Collected data:
*** Begin section ***
@dataclass(frozen=True)
class FriedmanResult:
    """Friedman statistic and the Iman-Davenport F (see :func:`friedman_from_ranks`)."""

    chi2: float
    p_value: float
    f_stat: float
    f_p_value: float
    df1: int
    df2: int
    n_datasets: int
    n_encoders: int
    perm_p: float = float("nan")
    perm_exact: bool = False

    @property
    def p(self) -> float:
        """The p-value to print: the permutation p when computed, else Iman-Davenport's.

        The asymptotic F p-value of a small, fully concordant table is 0 (F is infinite);
        the permutation p never is (N = 2, k = 3: 1/6).
        """
        return self.perm_p if np.isfinite(self.perm_p) else self.f_p_value


def friedman_from_ranks(avg_ranks, n_datasets: int, *, tie_factor: float = 1.0) -> FriedmanResult:
    """Friedman test with the Iman-Davenport correction from average ranks.

    ``chi2_F = 12N / (k(k+1)) * (sum R_j^2 - k(k+1)^2/4)``;
    ``F_F = (N-1) chi2_F / (N(k-1) - chi2_F)`` ~ F(k-1, (k-1)(N-1)).

    Parameters
    ----------
    avg_ranks : array-like of shape (k,)
        Average rank of each encoder over the N datasets.
    n_datasets : int
        N.
    tie_factor : float
        ``chi2_F`` is divided by it; 1 is Demšar's formula (see :func:`friedman_test`).

    Returns
    -------
    FriedmanResult
        NaN when N < 2 or k < 2. All-equal ranks give chi2 = F = 0 and p = 1.

    References
    ----------
    Demšar (2006), JMLR 7:1-30, Sec. 3.2.2; Iman, R. & Davenport, J. (1980).
    Communications in Statistics A 9:571-595.
    """
    r = np.asarray(avg_ranks, dtype=float)
    k, n = r.size, int(n_datasets)
    if n < 2 or k < 2:
        return FriedmanResult(np.nan, np.nan, np.nan, np.nan, k - 1, (k - 1) * (n - 1), n, k)
    chi2 = 12 * n / (k * (k + 1)) * (np.sum(r**2) - k * (k + 1) ** 2 / 4)
    chi2 = max(float(chi2), 0.0) / tie_factor  # rounding can make an all-tie sum -1e-15
    df1, df2 = k - 1, (k - 1) * (n - 1)
    room = n * (k - 1) - chi2  # 0 when every dataset ranks the encoders identically
    f = (n - 1) * chi2 / room if room > 1e-12 * n * k else np.inf
    return FriedmanResult(chi2, float(sps.chi2.sf(chi2, df1)), float(f), float(sps.f.sf(f, df1, df2)), df1, df2, n, k)


def nemenyi_q(k: int, alpha: float = 0.05) -> float:
    """Critical value q_alpha of the Nemenyi test for k encoders.

    ``q = studentized_range.ppf(1 - alpha, k, inf) / sqrt(2)``.

    References
    ----------
    Demšar (2006), JMLR 7, Table 5; Nemenyi, P. (1963). Distribution-free multiple
    comparisons. PhD thesis, Princeton University.
    """
    if k < 2:
        return np.nan
    return float(sps.studentized_range.ppf(1 - alpha, k, np.inf) / np.sqrt(2))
*** End section ***
• _Problem_
From the records above, show each line that contains the word "room".

• _Answer to the exercise_
    room = n * (k - 1) - chi2  # 0 when every dataset ranks the encoders identically
    f = (n - 1) * chi2 / room if room > 1e-12 * n * k else np.inf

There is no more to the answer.